* [Your goal]:
Go line by line through the entries below and copy those containing the string "navigation".

+++ Data to use

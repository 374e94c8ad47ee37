import { expect, test } from "@playwright/test";

const PASSWORD = "demo-tanks-and-bays";

for (const role of ["admin", "operator", "technician", "viewer"] as const) {
  test(`${role} signs in, sees the shell and signs out`, async ({ page }) => {
    await page.goto("/");
    await expect(page).toHaveURL(/\/sign-in/);
    await page.getByLabel("E-mail").fill(`${role}@halftrip.test`);
    await page.getByLabel("Password").fill(PASSWORD);
    await page.getByRole("button", { name: "Sign in" }).click();
    await expect(page.getByRole("heading", { name: "Overview" })).toBeVisible();
    await expect(page.getByRole("navigation", { name: "Main" })).toBeVisible();
    await expect(page.getByTestId("signed-in-as")).toContainText(role);
    const usersLink = page.getByRole("navigation", { name: "Main" }).getByRole("link", { name: "Users" });
    if (role === "admin") await expect(usersLink).toBeVisible();
    else await expect(usersLink).toHaveCount(0);
    await page.getByRole("button", { name: "Sign out" }).click();
    await expect(page).toHaveURL(/\/sign-in/);
    await page.goto("/");
    await expect(page).toHaveURL(/\/sign-in/);
  });
}

test("a wrong password shows the error and no session", async ({ page }) => {
  await page.goto("/sign-in");
  await page.getByLabel("E-mail").fill("operator@halftrip.test");
  await page.getByLabel("Password").fill("wrong-password");
  await page.getByRole("button", { name: "Sign in" }).click();
  await expect(page.locator("#sign-in-error")).toContainText("do not match");
  await expect(page).toHaveURL(/\/sign-in/);
});

test("a malformed e-mail and an empty password are explained on the form", async ({ page }) => {
  await page.goto("/sign-in");
  await page.getByLabel("E-mail").fill("not-an-address");
  await page.getByRole("button", { name: "Sign in" }).click();
  await expect(page.getByText("Enter a valid e-mail address")).toBeVisible();
  await expect(page.getByText("Enter your password.")).toBeVisible();
});
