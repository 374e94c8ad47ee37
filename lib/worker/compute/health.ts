// Health stage: one batch of measurements → changes to the channels' health flags (drift, stuck,
// noisy, offline gaps, out of range, no echo, crosstalk risk) and the state to resume from. The
// detectors are the pure ones in lib/health and lib/signal; this stage streams them over time.

import { apparentSpeedOfSound, detectCrosstalk, detectNoisy, detectOffline, detectStuck } from "../../health/flags";
import { createCusum } from "../../signal/cusum";
import { median, robustSigmaFromDifferences } from "../../signal/robust-stats";
import { pushInto, roundForState, type ChannelState, type DriftState, type RunState } from "./channel-state";
import { PIPELINE_SETTINGS } from "./settings";
import type { ChannelConfig, Measurement } from "./types";
import type { HealthFlagKind } from "../../health/flags";

export interface FlagOpen {
  channelId: string;
  flag: HealthFlagKind;
  since: Date;
  magnitude: number | null;
  details: Record<string, unknown>;
}

export interface FlagClear {
  channelId: string;
  flag: HealthFlagKind;
  at: Date;
}

export interface FlagInterval extends FlagOpen {
  clearedAt: Date;
}

/**
 * Applied in this order: clear flags that were open before the batch, insert the flags that opened
 * and cleared inside it, then open (or update the magnitude and details of) flags open at its end.
 */
export interface FlagChanges {
  clears: FlagClear[];
  intervals: FlagInterval[];
  opens: FlagOpen[];
}

export function emptyFlagChanges(): FlagChanges {
  return { clears: [], intervals: [], opens: [] };
}

interface Current {
  sinceMs: number;
  magnitude: number | null;
  details: Record<string, unknown>;
  /** Open before this batch began (so a clear updates the stored row). */
  carried: boolean;
}

/** Follows one channel's flags through a batch and turns the events into FlagChanges. */
export class FlagTracker {
  private readonly current = new Map<HealthFlagKind, Current>();
  private readonly changes = emptyFlagChanges();

  constructor(private readonly channelId: string, open: ChannelState["open"]) {
    for (const [flag, o] of Object.entries(open) as [HealthFlagKind, { sinceMs: number }][]) {
      this.current.set(flag, { sinceMs: o.sinceMs, magnitude: null, details: {}, carried: true });
    }
  }

  isOpen(flag: HealthFlagKind): boolean {
    return this.current.has(flag);
  }

  /** Opens the flag, or updates the magnitude and details of the one already open (keeping its since). */
  raise(flag: HealthFlagKind, sinceMs: number, magnitude: number | null, details: Record<string, unknown>): void {
    const open = this.current.get(flag);
    if (open) this.current.set(flag, { ...open, magnitude, details, carried: open.carried });
    else this.current.set(flag, { sinceMs, magnitude, details, carried: false });
  }

  clear(flag: HealthFlagKind, atMs: number): void {
    const open = this.current.get(flag);
    if (!open) return;
    this.current.delete(flag);
    const at = new Date(Math.max(atMs, open.sinceMs));
    if (open.carried) this.changes.clears.push({ channelId: this.channelId, flag, at });
    else this.changes.intervals.push({ channelId: this.channelId, flag, since: new Date(open.sinceMs), clearedAt: at, magnitude: open.magnitude, details: open.details });
  }

  /** A flag that opened and cleared entirely inside the batch (an offline gap in a backfill). */
  interval(flag: HealthFlagKind, sinceMs: number, clearedAtMs: number, magnitude: number | null, details: Record<string, unknown>): void {
    this.changes.intervals.push({ channelId: this.channelId, flag, since: new Date(sinceMs), clearedAt: new Date(clearedAtMs), magnitude, details });
  }

  /** Which flags stay open, for the saved state, and the changes to write. */
  finish(): { open: ChannelState["open"]; changes: FlagChanges } {
    const open: ChannelState["open"] = {};
    for (const [flag, c] of this.current) {
      open[flag] = { sinceMs: c.sinceMs };
      // A carried flag whose magnitude nobody touched this batch needs no write.
      if (!c.carried || c.magnitude !== null || Object.keys(c.details).length > 0) {
        this.changes.opens.push({ channelId: this.channelId, flag, since: new Date(c.sinceMs), magnitude: c.magnitude, details: c.details });
      }
    }
    return { open, changes: this.changes };
  }
}
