function numberOrNull(text: string): number | null {
  const parsed = parseNumberText(text);
  return parsed === undefined || Number.isNaN(parsed) ? null : parsed;
}

function fieldsOf(item: ChecklistItem, texts: Texts, base: AnswerFields): AnswerFields {
  const note = texts.note.trim() === "" ? null : texts.note;
  if (item.response === "reading") {
    return { ...base, value: numberOrNull(texts.value), unit: texts.unit, note };
  }
  if (item.response === "count") {
    const count = numberOrNull(texts.count);
    return {
      ...base,
      count: count !== null && Number.isInteger(count) && count >= 0 ? count : null,
      note,
    };
  }
  return { ...base, note };
}

function entryProblem(item: ChecklistItem, texts: Texts): string | undefined {
  if (item.response === "reading") {
    const value = parseNumberText(texts.value);
    if (value !== undefined && Number.isNaN(value)) return "Enter a number, such as -2.5.";
  }
  if (item.response === "count") {
    const count = parseNumberText(texts.count);
    if (count !== undefined && (Number.isNaN(count) || !Number.isInteger(count) || count < 0)) {
      return "Enter a whole number, zero or more.";
    }
  }
  return undefined;
}

function limitText(item: ChecklistItem, room: RoomFacts, unit: ReadingUnit | null): string | null {
  const threshold = thresholdFor(item, room);
  if (!threshold) return null;
  const direction = threshold.op === ">=" ? "or more" : "or less";
  if (item.response === "count") return `${threshold.value} ${direction}`;
  if (!item.quantity || !unit) return null;
  if (item.quantity === "air_changes" && !item.threshold && room?.minimumAirChanges) {
    // The class minimum, worded the same way everywhere it is shown.
    const judged = room.constructionClass ?? "new_or_renovated";
    return minimumAirChangesLabel(judged);
  }
  const shown = formatReading(fromStoredUnit(threshold.value, unit), unit);
  const others = otherUnits(threshold.value, item.quantity, unit);
  return `${shown} ${direction}${others.length > 0 ? ` (${others.join(", ")})` : ""}`;
}

type Sign = "negative" | "positive";

/** The sign the typed reading has: a leading minus is negative even before a digit follows. */
function signOf(text: string): Sign | null {
  const trimmed = text.trim();
  if (trimmed.startsWith("-") || trimmed.startsWith("−")) return "negative";
  const value = numberOrNull(trimmed);
  return value !== null && value > 0 ? "positive" : null;
}
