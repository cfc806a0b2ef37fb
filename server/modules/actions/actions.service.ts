import { daysToClose, defaultDuePolicy, dueAt, isOverdue, type DuePolicy } from "@shared/calc/due";
import { polygonCentroid } from "@shared/calc/plan-geometry";
import { rolePermissions } from "@shared/permissions";
import { severities, type Severity } from "@shared/calc/verdict";
import type {
  ActionDetail,
  ActionListQuery,
  ActionSummary,
  DuePolicyResponse,
  TimelineEntry,
} from "@shared/schemas/actions";
import {
  actionMoves,
  moveAllowedFrom,
  moveTimelineKinds,
  stateOfLogEntry,
  systemMoves,
  timelineKindFromLog,
  wrongStateMessage,
  type ActionMoveName,
  type ActionState,
  type TimelineKind,
} from "@shared/workflow/action-workflow";

import { readTogether, type Database, type DbOrTx, type Tx } from "../../db/client";
import type { Env } from "../../env";
import { AppError, notFound } from "../../lib/app-error";
import { recordChange, type Actor } from "../../lib/change-log";
import { sha256Of, storeImage } from "../../lib/images";
import type { AppDeps, SignedIn } from "../../lib/context";
import { enqueueMail } from "../../outbox/outbox.repository";
import * as mails from "./actions.emails";
import * as repo from "./actions.repository";

const entity = "corrective_action";

const conflict = (message: string) => new AppError("conflict", 409, message);
const invalid = (field: string, message: string) =>
  new AppError("validation_failed", 400, message, { fields: { [field]: message } });

/** The move cannot be made from the action's state (shared/workflow/action-workflow.ts). */
function refuseUnlessAllowed(move: ActionMoveName, state: ActionState): void {
  if (!moveAllowedFrom(move, state)) throw conflict(wrongStateMessage(move, state));
}

export const actionLink = (env: Env, actionId: string) =>
  new URL(`/actions/${actionId}`, env.publicUrl).toString();

export const siteOfAction = (db: Database, actionId: string) => repo.siteOfAction(db, actionId);

export function toSummary(row: repo.ActionRow, now = new Date()): ActionSummary {
  return {
    id: row.id,
    siteId: row.siteId,
    siteName: row.siteName,
    siteTimeZone: row.siteTimeZone,
    spaceId: row.spaceId,
    spaceName: row.spaceName,
    zoneType: row.zoneType,
    floorId: row.floorId,
    floorName: row.floorName,
    itemKey: row.itemKey,
    title: row.title,
    severity: row.severity,
    state: row.state,
    assignee: row.assigneeId ? { id: row.assigneeId, name: row.assigneeName ?? "" } : null,
    openedAt: row.openedAt.toISOString(),
    dueAt: row.dueAt.toISOString(),
    closedAt: row.closedAt?.toISOString() ?? null,
    daysToClose: row.daysToClose,
    closeReason: row.state === "done" ? (row.closeReason ?? "confirmed") : null,
    spaceRetiredAt: row.spaceRetiredAt?.toISOString() ?? null,
    overdue: isOverdue(row.dueAt, now, row.state === "done"),
    findingCount: row.findingCount,
    position: { x: row.x, y: row.y },
  };
}

/** Unfinished first, overdue first among them, then by due time. */
export function byUrgency(a: ActionSummary, b: ActionSummary): number {
  const rank = (action: ActionSummary) => (action.state === "done" ? 2 : action.overdue ? 0 : 1);
  return rank(a) - rank(b) || a.dueAt.localeCompare(b.dueAt);
}

export async function listActions(db: Database, siteId: string, query: ActionListQuery) {
  const now = new Date();
  return (await repo.listActions(db, siteId, query, now))
    .map((row) => toSummary(row, now))
    .sort(byUrgency);
}

/** What the person owns that is not done, overdue first. */
export async function myActions(db: Database, auth: SignedIn) {
  const now = new Date();
  return (await repo.actionsAssignedTo(db, auth.user.id))
    .filter((row) => auth.grants.some((g) => g.siteId === null || g.siteId === row.siteId))
    .map((row) => toSummary(row, now))
    .sort(byUrgency);
}

/**
 * Fixes waiting for a check at the sites where the person may confirm them: what the e-mail
 * asking for the check tells them, shown on their home page whether or not the e-mail arrived.
 */
export async function myChecks(db: Database, auth: SignedIn) {
  const now = new Date();
  const checking = auth.grants.filter((grant) =>
    rolePermissions[grant.role].includes(actionMoves.confirm.permission),
  );
  if (checking.length === 0) return [];
  const siteIds = checking.some((grant) => grant.siteId === null)
    ? null
    : checking.map((grant) => grant.siteId!);
  return (await repo.actionsToCheck(db, auth.user.networkId, siteIds))
    .map((row) => toSummary(row, now))
    .sort(byUrgency);
}
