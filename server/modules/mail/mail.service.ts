import type { ResendResult, UndeliveredMail } from "@shared/schemas/mail";

import { notFound } from "../../lib/app-error";
import { recordChange, type Actor } from "../../lib/change-log";
import type { AppDeps, SignedIn } from "../../lib/context";
import * as repo from "./mail.repository";

export function listUndelivered(deps: AppDeps, auth: SignedIn): Promise<UndeliveredMail[]> {
  return repo.listUndelivered(deps.db, auth.user.networkId);
}

/**
 * Puts an uncertain or failed e-mail back in the outbox, once: the row is locked, so of two
 * clicks the second finds it already queued (or sent) and changes nothing. The e-mail keeps its
 * id, and so its Message-ID: a receiver that did get the first copy can tell it is the same one.
 */
export async function resend(
  deps: AppDeps,
  auth: SignedIn,
  mailId: string,
  actor: Actor,
): Promise<ResendResult> {
  const result = await deps.db.transaction(async (tx): Promise<ResendResult> => {
    const mail = await repo.lockMail(tx, auth.user.networkId, mailId);
    if (!mail) throw notFound("That e-mail");
    if (mail.rawStatus !== "uncertain" && mail.rawStatus !== "failed") {
      return { id: mail.id, status: mail.rawStatus as ResendResult["status"], resent: false };
    }
    await repo.requeue(tx, mail.id);
    await recordChange(tx, actor, {
      action: "mail.resent",
      entity: "mail",
      entityId: mail.id,
      siteId: null,
      before: {
        status: mail.status,
        attempts: mail.attempts,
        topic: mail.topic,
        recipient: mail.recipient,
        subject: mail.subject,
      },
      after: { status: "pending" },
      reason: mail.problem,
    });
    return { id: mail.id, status: "pending", resent: true };
  });
  if (result.resent) deps.notifyOutbox();
  return result;
}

++++++

* [Problem solution]:
    await expect(page.getByRole("navigation", { name: "Main" })).toBeVisible();
    const usersLink = page.getByRole("navigation", { name: "Main" }).getByRole("link", { name: "Users" });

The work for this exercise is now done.